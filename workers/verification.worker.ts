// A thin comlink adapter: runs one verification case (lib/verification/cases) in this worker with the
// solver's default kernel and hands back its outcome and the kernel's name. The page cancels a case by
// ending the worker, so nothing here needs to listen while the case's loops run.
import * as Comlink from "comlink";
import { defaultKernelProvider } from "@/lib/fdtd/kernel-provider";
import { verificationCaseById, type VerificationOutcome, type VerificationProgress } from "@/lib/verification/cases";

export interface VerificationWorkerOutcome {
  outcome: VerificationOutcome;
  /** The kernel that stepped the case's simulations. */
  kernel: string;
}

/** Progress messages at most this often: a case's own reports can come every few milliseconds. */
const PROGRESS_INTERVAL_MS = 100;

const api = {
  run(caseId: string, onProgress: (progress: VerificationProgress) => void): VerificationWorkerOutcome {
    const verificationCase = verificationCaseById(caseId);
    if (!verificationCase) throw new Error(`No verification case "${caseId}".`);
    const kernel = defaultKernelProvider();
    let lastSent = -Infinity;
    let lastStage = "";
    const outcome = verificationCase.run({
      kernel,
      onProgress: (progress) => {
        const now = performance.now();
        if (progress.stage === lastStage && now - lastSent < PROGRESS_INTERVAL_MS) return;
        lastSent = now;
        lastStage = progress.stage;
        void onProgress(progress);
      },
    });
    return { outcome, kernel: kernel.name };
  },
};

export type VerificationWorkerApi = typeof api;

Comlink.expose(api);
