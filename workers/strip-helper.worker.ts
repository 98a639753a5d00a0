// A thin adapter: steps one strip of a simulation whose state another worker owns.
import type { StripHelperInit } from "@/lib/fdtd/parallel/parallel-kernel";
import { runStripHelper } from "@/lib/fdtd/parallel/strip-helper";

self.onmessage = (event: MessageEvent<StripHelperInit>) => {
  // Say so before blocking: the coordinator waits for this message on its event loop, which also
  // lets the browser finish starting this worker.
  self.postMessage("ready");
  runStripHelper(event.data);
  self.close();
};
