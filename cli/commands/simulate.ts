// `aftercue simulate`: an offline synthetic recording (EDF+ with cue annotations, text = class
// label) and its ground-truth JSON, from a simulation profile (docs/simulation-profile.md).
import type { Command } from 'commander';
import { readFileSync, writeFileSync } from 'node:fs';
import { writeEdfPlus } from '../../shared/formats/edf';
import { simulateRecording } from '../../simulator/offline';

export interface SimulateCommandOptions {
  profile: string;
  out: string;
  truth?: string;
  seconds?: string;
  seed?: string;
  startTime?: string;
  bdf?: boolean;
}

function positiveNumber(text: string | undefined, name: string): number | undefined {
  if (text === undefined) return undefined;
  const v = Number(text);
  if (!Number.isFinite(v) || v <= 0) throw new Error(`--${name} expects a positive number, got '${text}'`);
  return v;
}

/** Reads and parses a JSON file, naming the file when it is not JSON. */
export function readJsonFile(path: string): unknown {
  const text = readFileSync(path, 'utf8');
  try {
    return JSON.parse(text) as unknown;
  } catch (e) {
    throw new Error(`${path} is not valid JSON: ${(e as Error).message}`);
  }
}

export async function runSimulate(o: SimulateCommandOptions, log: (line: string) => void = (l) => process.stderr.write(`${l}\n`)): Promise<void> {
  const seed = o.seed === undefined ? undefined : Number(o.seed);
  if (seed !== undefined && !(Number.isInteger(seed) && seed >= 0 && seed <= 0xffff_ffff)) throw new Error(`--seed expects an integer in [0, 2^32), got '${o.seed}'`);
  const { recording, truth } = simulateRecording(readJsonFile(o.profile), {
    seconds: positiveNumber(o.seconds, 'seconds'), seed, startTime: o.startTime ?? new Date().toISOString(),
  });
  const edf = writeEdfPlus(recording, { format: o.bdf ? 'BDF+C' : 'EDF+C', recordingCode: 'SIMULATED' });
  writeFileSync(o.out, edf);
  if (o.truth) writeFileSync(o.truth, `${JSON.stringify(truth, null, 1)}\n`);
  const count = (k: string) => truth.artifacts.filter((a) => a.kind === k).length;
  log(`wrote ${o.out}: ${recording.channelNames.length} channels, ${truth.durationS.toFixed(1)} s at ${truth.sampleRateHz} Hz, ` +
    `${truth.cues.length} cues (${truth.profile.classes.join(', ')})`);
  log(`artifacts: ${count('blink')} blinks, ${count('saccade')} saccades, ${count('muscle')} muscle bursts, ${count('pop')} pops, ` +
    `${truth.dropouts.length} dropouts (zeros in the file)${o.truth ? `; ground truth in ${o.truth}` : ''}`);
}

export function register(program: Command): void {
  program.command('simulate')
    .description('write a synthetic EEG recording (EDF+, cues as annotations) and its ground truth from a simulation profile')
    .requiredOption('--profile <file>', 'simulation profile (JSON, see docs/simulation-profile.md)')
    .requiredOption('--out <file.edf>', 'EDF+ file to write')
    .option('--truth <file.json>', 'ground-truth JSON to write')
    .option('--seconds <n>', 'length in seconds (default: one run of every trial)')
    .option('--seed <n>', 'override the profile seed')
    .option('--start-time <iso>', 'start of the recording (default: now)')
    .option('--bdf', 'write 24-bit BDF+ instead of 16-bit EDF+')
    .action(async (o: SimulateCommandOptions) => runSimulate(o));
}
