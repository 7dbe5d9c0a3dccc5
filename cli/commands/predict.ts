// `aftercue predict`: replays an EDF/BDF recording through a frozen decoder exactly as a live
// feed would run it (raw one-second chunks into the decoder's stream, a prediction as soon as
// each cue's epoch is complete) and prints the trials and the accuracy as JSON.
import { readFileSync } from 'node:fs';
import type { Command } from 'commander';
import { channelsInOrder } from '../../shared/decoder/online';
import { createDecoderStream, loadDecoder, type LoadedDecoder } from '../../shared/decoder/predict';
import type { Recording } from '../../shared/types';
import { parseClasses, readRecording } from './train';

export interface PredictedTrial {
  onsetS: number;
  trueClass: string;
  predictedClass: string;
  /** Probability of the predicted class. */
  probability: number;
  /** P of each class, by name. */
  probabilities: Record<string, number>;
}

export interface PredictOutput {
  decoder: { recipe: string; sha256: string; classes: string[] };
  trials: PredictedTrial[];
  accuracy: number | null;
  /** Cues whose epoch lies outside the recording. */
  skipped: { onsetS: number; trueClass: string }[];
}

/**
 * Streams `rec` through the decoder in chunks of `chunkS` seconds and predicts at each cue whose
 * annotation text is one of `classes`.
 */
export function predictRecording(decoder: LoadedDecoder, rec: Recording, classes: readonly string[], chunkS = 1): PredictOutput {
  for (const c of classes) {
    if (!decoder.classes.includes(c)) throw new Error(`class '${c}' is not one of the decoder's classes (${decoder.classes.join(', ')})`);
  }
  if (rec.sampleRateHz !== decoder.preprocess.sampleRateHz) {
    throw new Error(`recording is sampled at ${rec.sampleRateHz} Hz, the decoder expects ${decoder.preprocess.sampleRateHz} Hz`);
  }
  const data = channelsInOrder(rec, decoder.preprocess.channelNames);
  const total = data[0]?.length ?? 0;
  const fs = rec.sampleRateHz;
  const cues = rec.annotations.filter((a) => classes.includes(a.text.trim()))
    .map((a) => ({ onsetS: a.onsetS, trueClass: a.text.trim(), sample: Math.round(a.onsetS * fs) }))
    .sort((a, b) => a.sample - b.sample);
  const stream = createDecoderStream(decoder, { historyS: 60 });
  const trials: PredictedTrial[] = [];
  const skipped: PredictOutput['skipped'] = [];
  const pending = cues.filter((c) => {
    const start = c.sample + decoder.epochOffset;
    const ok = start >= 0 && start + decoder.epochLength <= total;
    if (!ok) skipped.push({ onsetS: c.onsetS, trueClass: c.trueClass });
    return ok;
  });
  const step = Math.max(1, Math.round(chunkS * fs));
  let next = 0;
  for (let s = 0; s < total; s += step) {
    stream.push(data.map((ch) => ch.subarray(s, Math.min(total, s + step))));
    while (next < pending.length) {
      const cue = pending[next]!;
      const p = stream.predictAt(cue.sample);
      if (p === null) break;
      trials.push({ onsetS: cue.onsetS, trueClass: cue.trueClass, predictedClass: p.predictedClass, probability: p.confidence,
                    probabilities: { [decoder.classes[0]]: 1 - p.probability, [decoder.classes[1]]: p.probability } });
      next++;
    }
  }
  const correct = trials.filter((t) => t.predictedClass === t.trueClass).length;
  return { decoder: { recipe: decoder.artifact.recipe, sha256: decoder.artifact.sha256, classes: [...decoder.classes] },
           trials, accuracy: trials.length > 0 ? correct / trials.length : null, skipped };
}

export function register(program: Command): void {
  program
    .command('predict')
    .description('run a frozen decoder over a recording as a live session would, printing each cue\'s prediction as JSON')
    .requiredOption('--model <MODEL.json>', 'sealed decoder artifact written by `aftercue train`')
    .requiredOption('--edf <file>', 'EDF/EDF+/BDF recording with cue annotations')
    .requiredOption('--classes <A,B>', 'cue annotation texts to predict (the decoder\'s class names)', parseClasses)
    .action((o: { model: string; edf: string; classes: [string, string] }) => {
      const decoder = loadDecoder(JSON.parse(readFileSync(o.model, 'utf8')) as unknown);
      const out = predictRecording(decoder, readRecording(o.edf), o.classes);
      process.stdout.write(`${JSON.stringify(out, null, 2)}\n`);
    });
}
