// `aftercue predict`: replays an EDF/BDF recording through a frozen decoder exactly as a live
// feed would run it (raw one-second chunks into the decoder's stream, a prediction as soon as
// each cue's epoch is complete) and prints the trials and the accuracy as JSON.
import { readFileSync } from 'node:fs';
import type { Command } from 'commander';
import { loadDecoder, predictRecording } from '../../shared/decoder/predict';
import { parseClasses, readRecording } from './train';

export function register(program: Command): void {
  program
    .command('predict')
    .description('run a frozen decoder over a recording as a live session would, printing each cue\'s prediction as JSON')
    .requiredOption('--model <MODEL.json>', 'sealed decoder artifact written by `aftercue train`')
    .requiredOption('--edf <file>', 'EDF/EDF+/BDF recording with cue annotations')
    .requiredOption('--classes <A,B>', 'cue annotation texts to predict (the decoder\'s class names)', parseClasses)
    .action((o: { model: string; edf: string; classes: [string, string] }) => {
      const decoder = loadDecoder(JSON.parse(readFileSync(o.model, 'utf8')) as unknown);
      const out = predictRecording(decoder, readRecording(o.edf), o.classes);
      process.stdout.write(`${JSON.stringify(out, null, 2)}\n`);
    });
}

——

▸ **Work item**:
Copy each line of the preceding material that contains "StripHelperInit".

▸ **Answer area**:
import type { StripHelperInit } from "@/lib/fdtd/parallel/parallel-kernel";
self.onmessage = (event: MessageEvent<StripHelperInit>) => {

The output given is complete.